The Federal Reserve should leave short-term borrowing costs near zero for a seventh year in a row, a top Fed official urged on Thursday, citing sliding U.S. inflation and still-high unemployment.
The Fed "can best achieve its macroeconomic objectives by not raising the fed funds rate target this year," Minneapolis Fed President Narayana Kocherlakota said in remarks prepared for delivery to a town hall at his bank's headquarters. "Raising the target range for the fed funds rate in 2015 would only further retard the pace of the slow recovery in inflation."
The Fed has kept short-term interest rates near zero since December 2008 in order to boost investment, hiring and growth.
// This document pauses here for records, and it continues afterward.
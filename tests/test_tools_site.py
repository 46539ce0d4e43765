"""Is the assembled site whole, consistent with the list its service worker checks, and the same each time?"""

import filecmp
import hashlib
import json
import re
import shutil
from pathlib import Path

import pytest

from tools import app_wheel, archive, assemble, node, precache, runtime, vendor
from tools.paths import DIST, NPM_PYODIDE, WEB
from tools.progress import ToolError

pytestmark = pytest.mark.cpython_only


def module(folder: Path, source: str) -> None:
    (folder / "vendor").mkdir(exist_ok=True)
    (folder / "vendor" / "preact.js").write_text("export {};")
    (folder / "main.js").write_text(source)


@pytest.mark.parametrize(
    "source",
    [
        'import { h } from "preact";',
        "export { h } from 'preact/hooks';",
        'import"left-over";',
        'const later = () => import("left-over");',
        'import{a as b}from"@scope/left-over";',
    ],
)
def test_a_bare_import_left_over_stops_the_assembly(tmp_path: Path, source: str) -> None:
    module(tmp_path, source)
    with pytest.raises(ToolError, match="by a bare name"):
        vendor.check_imports(tmp_path)


def test_an_import_of_a_file_that_is_not_there_stops_the_assembly(tmp_path: Path) -> None:
    module(tmp_path, "import './vendor/preact.js'; import './gone.js';")
    with pytest.raises(ToolError, match=r"main\.js imports '\./gone\.js'"):
        vendor.check_imports(tmp_path)


def test_relative_imports_and_comments_are_left_in_peace(tmp_path: Path) -> None:
    module(tmp_path, "// from 'elsewhere'\n/* import 'x' */\nimport { h } from './vendor/preact.js';\n")
    vendor.check_imports(tmp_path)


def test_vendor_modules_import_each_other_by_relative_names() -> None:
    minified = 'import{h as a}from"preact";export{b}from"@preact/signals-core";import"left-over";//# sourceMappingURL=x\n'
    rewritten = vendor.with_relative_imports(minified)
    assert 'from"./preact.js"' in rewritten
    assert 'from"./signals-core.js"' in rewritten
    assert '"left-over"' in rewritten  # for check_imports to stop at


@pytest.mark.parametrize(
    ("page", "what"),
    [
        ("<script>alert(1)</script>", "an inline script"),
        ("<script type='module'>import './x.js'</script>", "an inline script"),
        ("<style>p { color: red }</style>", "an inline style"),
        ("<p style='color: red'>", "an inline style"),
        ("<button onclick='go()'>", "an inline handler"),
    ],
)
def test_a_page_with_inline_code_is_refused(tmp_path: Path, page: str, what: str) -> None:
    (tmp_path / "index.html").write_text(page)
    with pytest.raises(ToolError, match=what):
        assemble.check_page(tmp_path)


def test_the_page_of_the_site_has_no_inline_code() -> None:
    assemble.check_page(DIST)


def precached() -> dict[str, dict[str, object]]:
    source = (DIST / "sw.js").read_text(encoding="utf-8")
    found = re.search(r"^const FILES = (\[.*?^\]);", source, re.S | re.M)
    assert found
    return {entry["path"]: entry for entry in json.loads(re.sub(r",\s*\]$", "]", found[1]))}


def test_the_service_worker_lists_every_file_of_the_site_with_its_hash_and_size() -> None:
    listed = precached()
    there = {path.relative_to(DIST).as_posix() for path in DIST.rglob("*") if path.is_file()} - {"sw.js"}
    assert set(listed) == there
    for name, entry in listed.items():
        content = (DIST / name).read_bytes()
        assert entry["sha256"] == hashlib.sha256(content).hexdigest()
        assert entry["size"] == len(content)


def test_notices_cover_all_that_ships() -> None:
    text = (DIST / "notices.txt").read_text(encoding="utf-8")
    for name in (
        "Asfound (MIT)",
        "pyodide 314",
        "CPython",
        "numpy 2",
        "preact 11",
        "fastjsonschema",
        "Mozilla Public License",
    ):
        assert name in text


def test_an_app_that_imports_a_left_out_module_is_refused_at_assembly(tmp_path: Path) -> None:
    script = tmp_path / "check.mjs"
    script.write_text(f"""
        const {{ loadPyodide }} = await import('{(NPM_PYODIDE / "pyodide.mjs").as_posix()}');
        const python = await loadPyodide({{ indexURL: '{NPM_PYODIDE.as_posix()}/' }});
        const fs = await import('node:fs');
        const source = fs.readFileSync('{(archive.SCRIPTS / "archives.py").as_posix()}');
        python.FS.writeFile('/home/pyodide/archives.py', source);
        console.log(python.runPython(`
import archives
try:
    archives.check_imports({{"pysolver/a.py": b"import json", "pysolver/b.py": b"def f():\\\\n    import sqlite3"}}, set())
    message = "nothing found"
except ModuleNotFoundError as error:
    message = str(error)
message`)); process.exit(0);""")
    assert "pysolver/b.py imports sqlite3" in node.run_script(script, name="test-left-out", advice="see the log")


@pytest.mark.slow
def test_two_assemblies_give_the_same_bytes(tmp_path: Path, monkeypatch: pytest.MonkeyPatch) -> None:
    # One copy of the sources, so that who edits meanwhile doesn't fail this test; wheels are compared by themselves.
    wheel = shutil.copy(app_wheel.build(), tmp_path)
    assert Path(wheel).read_bytes() == app_wheel.build().read_bytes()
    monkeypatch.setattr("tools.app_wheel.build", lambda: Path(wheel))
    monkeypatch.setattr("tools.assemble.WEB", Path(shutil.copytree(WEB, tmp_path / "web")))
    wheels, sites = runtime.ensure(), [tmp_path / "site-1", tmp_path / "site-2"]
    for site in sites:
        made = tmp_path / f"made-for-{site.name}"
        monkeypatch.setattr("tools.stamps.BUILD", made)  # so that nothing counts as up to date
        monkeypatch.setattr("tools.archive.STANDARD_LIBRARY", made / archive.STANDARD_LIBRARY.name)
        monkeypatch.setattr("tools.archive.APPLICATION", made / "application")
        assemble.lay_out(site, wheels, archive.build(wheels))
    names, again = ({path.relative_to(site).as_posix() for path in precache.site_files(site)} for site in sites)
    assert names == again
    assert filecmp.cmpfiles(*sites, sorted(names), shallow=False) == (sorted(names), [], [])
Unemployment is at 5.8 percent, down from a recession-era peak of 10 percent, and economic growth has been fairly strong.
Most Fed policymakers think the central bank should start raising interest rates this year, with many viewing mid-year as an appropriate starting point.
Kocherlakota is only one of two Fed policymakers who want to delay any rate hikes until 2016. He dissented three times last year as the Fed wound down its bond-buying stimulus and signaled rate hikes could come in 2015.
To Kocherlakota, low inflation means the Fed "could have, and should have" added more stimulus to bring down unemployment faster.
Unemployment is still several percentage points above what most Fed officials view as normal.
And inflation, which has lingered well below the Fed's 2-percent goal for more than 2-1/2 years, slipped further as 2014 came to a close, with bets in financial markets signaling declines in longer-term inflation expectations as well.
Unless the Fed responds, "the public could increasingly perceive the (Fed) as aiming at a lower inflation rate," undermining the effectiveness of its monetary policy, he said.
Kocherlakota does not vote on Fed policy this year, and has announced plans to resign by early next year. But he will take part in policy-setting meetings, the next one of which is scheduled in about three weeks.